_Task material_.
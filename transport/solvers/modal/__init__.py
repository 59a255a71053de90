"""Modal engine: the exact spectrum of the layered operator and the modal superposition.

``operator`` (coefficients, boundary rows) -> ``spectrum`` (eigenvalues by the Pruefer
angle; ``brackets``: their brackets and first iterates from a grid pass) and
``eigenfunctions`` (two-sided shooting) -> ``lifting`` (steady responses) and
``projection`` (quadrature, Green's-function integrals) -> ``sizing`` (mode count) ->
``series`` (the solution).
"""
from transport.solvers.modal.eigenfunctions import Modes, modes, modes_many
from transport.solvers.modal.operator import Operator, SpectrumError, build_operator
from transport.solvers.modal.series import ModalSeries, build_series, solve
from transport.solvers.modal.sizing import AccuracyWarning, ModeCapWarning
from transport.solvers.modal.spectrum import count_below, eigenvalues, eigenvalues_many

__all__ = ["Modes", "modes", "modes_many", "Operator", "SpectrumError", "build_operator",
           "count_below", "eigenvalues", "eigenvalues_many", "AccuracyWarning", "ModalSeries",
           "ModeCapWarning", "build_series", "solve"]
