def _grid(lo, hi, n):
    """n + _GRID_EXTRA points from lo to hi, uniform in sqrt(lambda - lo)."""
    return lo + np.linspace(0.0, np.sqrt(hi - lo), n + _GRID_EXTRA) ** 2




def _polish(prep, owner, a, b, x, j, floor, lo, start, compiled=False):
    """Safeguarded Newton-Halley iteration on the mismatch f_j, vectorised over modes.

    Start: x inside the bracket (a, b), and ``start`` = (face, mu, slope in mu) of the
    grid point it was reached from; mode i belongs to operator ``owner[i]`` of ``prep``
    (:meth:`Prep.stack`), whose lower bound is ``lo[i]`` and eigenvalue scale floor
    ``floor[i]`` (per mode).  Each pass evaluates the two-shot mismatch
    (:func:`_mismatch`); a mode keeps its matching face from one pass to the next, so
    that the change of the slope between two passes gives the curvature, and the
    Halley step (Halley 1694; the cubically convergent correction of Newton's step,
    e.g. Press et al. 2007, Numerical Recipes, sec. 9.4) is taken once the curvature is
    known; steps are taken in mu = sqrt(lambda - lo).  A mode whose step leaves its
    bracket, or whose |f_j| falls by less than half far from the root, switches to
    search: its bracket is cut at K equally spaced points in one pass (K grows as fewer
    modes search, so the passes over the layers stay few), then the iteration restarts
    from the best sample, at a face chosen afresh.  Stop when a step near the root is
    below _ROOT_REL of max(|lambda|, _SPAN_FLOOR lambda scale); when the error left
    after the Halley step (estimated from the curvature and its change) is below
    _HALLEY_REL of it; when rounding noise stalls the steps; or when the bracket is a
    few ulps wide.
    """
    eps = np.finfo(float).eps
    n = x.size
    out = x.copy()
    search = np.zeros(n, bool)
    f_prev = np.full(n, np.inf)
    dx_prev = np.full(n, np.inf)
    face = np.full(n, -1)  # the face the next pass matches at (-1: its own choice)
    # the last point evaluated (mu, slope in mu, the face it matched at): at first the
    # grid end the start came from
    used, mu_old, d_old = (np.array(v) for v in start)
    jpi = j * np.pi
    idx = np.arange(n)
    for _ in range(_MAX_ROOT_ITER):
        if idx.size == 0:
            return out
        srch_mask = search[idx]
        if srch_mask.any():
            srch, newt = idx[srch_mask], idx[~srch_mask]
            bits = int(np.clip(np.log2(_SEARCH_POINTS / srch.size), 1, 4))
            K = 2 ** bits - 1
            pts = a[srch, None] + (b - a)[srch, None] * (np.arange(1, K + 1) / (K + 1))
            lam = np.concatenate([x[newt], pts.ravel()])
            fc = np.concatenate([face[newt], np.full(pts.size, -1)])
            own = np.concatenate([owner[newt], np.repeat(owner[srch], K)])
        else:
            srch, newt = idx[:0], idx
            lam, fc, own = x[newt], face[newt], owner[newt]
        nn = newt.size
        G, df, fc = _mismatch(None, lam, fc, prep=prep, owner=own, compiled=compiled)
        # Newton modes
        f, xi, d = G[:nn] - jpi[newt], lam[:nn], df[:nn]
        A = np.where(f < 0, xi, a[newt])
        B = np.where(f > 0, xi, b[newt])
        a[newt], b[newt] = A, B
        _, good, mu, dmu, smu = lambda_step(f, d, xi, lo[newt])
        scale = np.maximum(np.abs(xi), floor[newt])
        # curvature in mu from the slopes at the last two points of the same face
        mo = mu_old[newt]
        same = (fc[:nn] == used[newt]) & (mo != mu)  # mo is NaN where there is none
        curv = np.where(same, (dmu - d_old[newt]) / (mu - mo), 0.0)
        c2 = curv / (2.0 * dmu)
        h = smu * c2  # Halley: step / (1 + h)
        halley = same & good & (np.abs(h) < 0.5)
        smu = np.where(halley, smu / (1.0 + h), smu)
        # error left after the Halley step: cubic term and the curvature's own error
        err = c2 * c2 * (2.0 * np.abs(smu) + np.abs(mu - mo)) * smu * smu * (2.0 * mu)
        step = smu * (2.0 * mu + smu)
        xn = xi + step
        af = np.abs(f)
        near = af <= _NEAR
        bad = ~(good & (xn > A) & (xn < B)) | (~near & (af > 0.5 * f_prev[newt]))
        step = np.abs(step)
        # a converged step may round onto the bracket end it came from (xn == xi): it is
        # still converged, so "small" does not require the step to stay strictly inside
        small = near & good & (step <= _ROOT_REL * scale)
        cubic = (near & halley & ~bad & (step <= _QUAD_STEP * scale)
                 & (err <= _HALLEY_REL * scale))
        stall = near & ~bad & (step <= 1e-9 * scale) & (step > 0.5 * dx_prev[newt])
        tight = (B - A) <= _ROOT_ULPS * eps * np.maximum(np.abs(A), np.abs(B))
        zero = f == 0
        done_n = small | cubic | stall | tight | zero
        bad &= ~(small | cubic)
        mid = 0.5 * (A + B)
        out[newt] = np.where(zero, xi, np.where(bad, mid, np.clip(xn, A, B)))
        x[newt] = np.where(bad, mid, xn)
        dx_prev[newt], f_prev[newt], search[newt] = step, af, bad
        mu_old[newt], d_old[newt], used[newt] = mu, dmu, fc[:nn]
        face[newt] = np.where(bad, -1, fc[:nn])
        if srch.size:
            done_s = _search_update(srch, pts, K, G[nn:] - np.repeat(jpi[srch], K), df[nn:],
                                    a, b, x, out, search, f_prev, dx_prev, face, mu_old,
                                    lo[srch])
            idx = np.concatenate([newt[~done_n], srch[~done_s]])
        else:
            idx = newt[~done_n]
    raise SpectrumError(f"{idx.size} eigenvalues did not converge in {_MAX_ROOT_ITER} "
                        "iterations")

_Exercise_. Print again the lines of the entries above that fall between the line holding "step = np.abs(step)" and the line holding "np.clip(xn, A, B)))", inclusive, exactly as they stand.

_Exercise answer_.
        step = np.abs(step)
        # a converged step may round onto the bracket end it came from (xn == xi): it is
        # still converged, so "small" does not require the step to stay strictly inside
        small = near & good & (step <= _ROOT_REL * scale)
        cubic = (near & halley & ~bad & (step <= _QUAD_STEP * scale)
                 & (err <= _HALLEY_REL * scale))
        stall = near & ~bad & (step <= 1e-9 * scale) & (step > 0.5 * dx_prev[newt])
        tight = (B - A) <= _ROOT_ULPS * eps * np.maximum(np.abs(A), np.abs(B))
        zero = f == 0
        done_n = small | cubic | stall | tight | zero
        bad &= ~(small | cubic)
        mid = 0.5 * (A + B)
        out[newt] = np.where(zero, xi, np.where(bad, mid, np.clip(xn, A, B)))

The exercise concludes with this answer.